##### TASK INPUT #####
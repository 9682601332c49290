import { can } from './can';
import type { Membership } from './membership';

/** The page where a person starts: their dossiers, or what else they may see. */
export function homeOf(membership: Membership | null): string {
	if (membership === null) return '/organisation/new';
	if (can(membership, 'dossier.read')) return '/dossiers';
	return can(membership, 'billing.manage') ? '/billing' : '/organisation';
}
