/** Numbers of a result as they are printed: rounded from their uncertainty, on the scale that the reader wants. */
import type { OutputResult } from '../calculation/types';
import type { OutputSpec } from '../methods/types';
import { attachUnit, decimalsFor, displayUnit, formatNumber, formatSignificant } from '../quantities';
import {
	differenceUnit,
	isTemperatureUnit,
	temperatureDifferenceOn,
	temperatureOn,
	type TemperatureScale
} from './temperature';

export interface PresentedOutput {
	/** The estimate with its unit: "−24.2 °C". */
	estimate: string;
	/** The estimate without its unit, and the unit as printed. */
	number: string;
	unit: string;
	decimals: number;
	/** Standard uncertainty with its unit: "0.8 K"; left out where none was propagated. */
	uncertainty?: string;
	/** Ends of the coverage interval with their unit, rounded as the estimate is. */
	low?: string;
	high?: string;
	coverage?: string;
	/** The method at the best estimates, where it prints differently from the mean of the trials. */
	atBestEstimates?: string;
}

/**
 * Decimal places of a value and its standard uncertainty: the uncertainty keeps two significant digits where its
 * first is printed as 1 or 2, else one. JCGM 100:2008, 7.2.6 allows up to two; a second digit behind a 3 or more
 * would claim an uncertainty that is itself better known than inputs make it. Undefined without an uncertainty.
 */
export function printedDecimals(uncertainty: number | undefined): number | undefined {
	if (uncertainty === undefined || !(uncertainty > 0)) return undefined;
	const [two = '9.9'] = uncertainty.toExponential(1).split('e');
	if (Number(two) < 3) return decimalsFor(uncertainty, 2);
	const decimals = decimalsFor(uncertainty, 1);
	/* 0.96 rounds to 1 and is then printed as 1.0. */
	const carried = uncertainty.toExponential(0).startsWith('1');
	return decimals === undefined ? undefined : carried ? decimals + 1 : decimals;
}

/** "95 %", "99.7 %". */
export function percent(fraction: number, digits = 3): string {
	return attachUnit(formatSignificant(Number((fraction * 100).toPrecision(digits)), digits), '%');
}

/** A probability without false certainty: never 0 % or 100 %. */
export function probability(value: number): string {
	if (value > 0.999) return 'more than ' + percent(0.999);
	if (value < 0.001) return 'less than ' + percent(0.001);
	return percent(value, value > 0.99 || value < 0.1 ? 3 : 2);
}

/** A share of the whole: whole per cent, "< 1 %" instead of a nought that is none. */
export function share(value: number): string {
	if (value <= 0) return attachUnit('0', '%');
	if (value < 0.01) return `<\u202f${attachUnit('1', '%')}`;
	return attachUnit(formatNumber(value * 100, 0), '%');
}

/** A difference in an output's unit, rounded by its own uncertainty. */
export function presentDifference(
	value: number,
	unit: string,
	uncertainty: number | undefined,
	scale: TemperatureScale
): { value: string; uncertainty?: string } {
	const temperature = isTemperatureUnit(unit);
	const own = temperature ? temperatureDifferenceOn(scale, value, unit) : value;
	const u =
		uncertainty === undefined
			? undefined
			: temperature
				? temperatureDifferenceOn(scale, uncertainty, unit)
				: uncertainty;
	const printedUnit = temperature ? differenceUnit(scale) : unit;
	const decimals = printedDecimals(u);
	const text = (n: number) => (decimals === undefined ? formatSignificant(n, 4) : formatNumber(n, decimals));
	return {
		value: attachUnit(text(own), printedUnit),
		...(u !== undefined && u > 0 ? { uncertainty: attachUnit(text(u), printedUnit) } : {})
	};
}

/** A stated number in the unit it was stated in, or a temperature on the wanted scale where it was given in kelvin. */
export function presentStated(value: number, unit: string): string {
	return attachUnit(formatSignificant(value, 10), unit);
}

/**
 * An output as it is printed. A Monte Carlo result states the mean of the trials as its estimate (JCGM 101:2008,
 * 7.6), any other the value at the best estimates.
 */
export function presentOutput(
	output: OutputResult,
	spec: Pick<OutputSpec, 'quantity'>,
	scale: TemperatureScale
): PresentedOutput {
	const { unit } = output;
	const temperature = isTemperatureUnit(unit);
	const difference = spec.quantity === 'temperature-difference';
	const onScale = (value: number): number => {
		if (!temperature) return value;
		return difference ? temperatureDifferenceOn(scale, value, unit) : temperatureOn(scale, value, unit);
	};
	const printedUnit = temperature ? (difference ? differenceUnit(scale) : scale) : unit;
	const spread =
		output.standardUncertainty === undefined
			? undefined
			: temperature
				? temperatureDifferenceOn(scale, output.standardUncertainty, unit)
				: output.standardUncertainty;
	const decimals = printedDecimals(spread);
	const text = (value: number) =>
		decimals === undefined ? formatSignificant(value) : formatNumber(value, decimals);
	const number = text(onScale(output.mean ?? output.value));
	const best = text(onScale(output.value));
	return {
		estimate: attachUnit(number, printedUnit),
		number,
		unit: displayUnit(printedUnit),
		decimals: decimals ?? number.split('.')[1]?.length ?? 0,
		...(spread !== undefined && spread > 0
			? { uncertainty: attachUnit(text(spread), temperature ? differenceUnit(scale) : unit) }
			: {}),
		...(output.interval && decimals !== undefined
			? {
					low: attachUnit(text(onScale(output.interval.low)), printedUnit),
					high: attachUnit(text(onScale(output.interval.high)), printedUnit),
					coverage: percent(output.interval.coverage)
				}
			: {}),
		...(best === number ? {} : { atBestEstimates: attachUnit(best, printedUnit) })
	};
}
#####
EXERCISE INSTRUCTIONS —
For each line of the data that has the word "text", report that line.

COMPLETED EXERCISE —
	const text = (n: number) => (decimals === undefined ? formatSignificant(n, 4) : formatNumber(n, decimals));
		value: attachUnit(text(own), printedUnit),
		...(u !== undefined && u > 0 ? { uncertainty: attachUnit(text(u), printedUnit) } : {})
	const text = (value: number) =>
	const number = text(onScale(output.mean ?? output.value));
	const best = text(onScale(output.value));
			? { uncertainty: attachUnit(text(spread), temperature ? differenceUnit(scale) : unit) }
					low: attachUnit(text(onScale(output.interval.low)), printedUnit),
					high: attachUnit(text(onScale(output.interval.high)), printedUnit),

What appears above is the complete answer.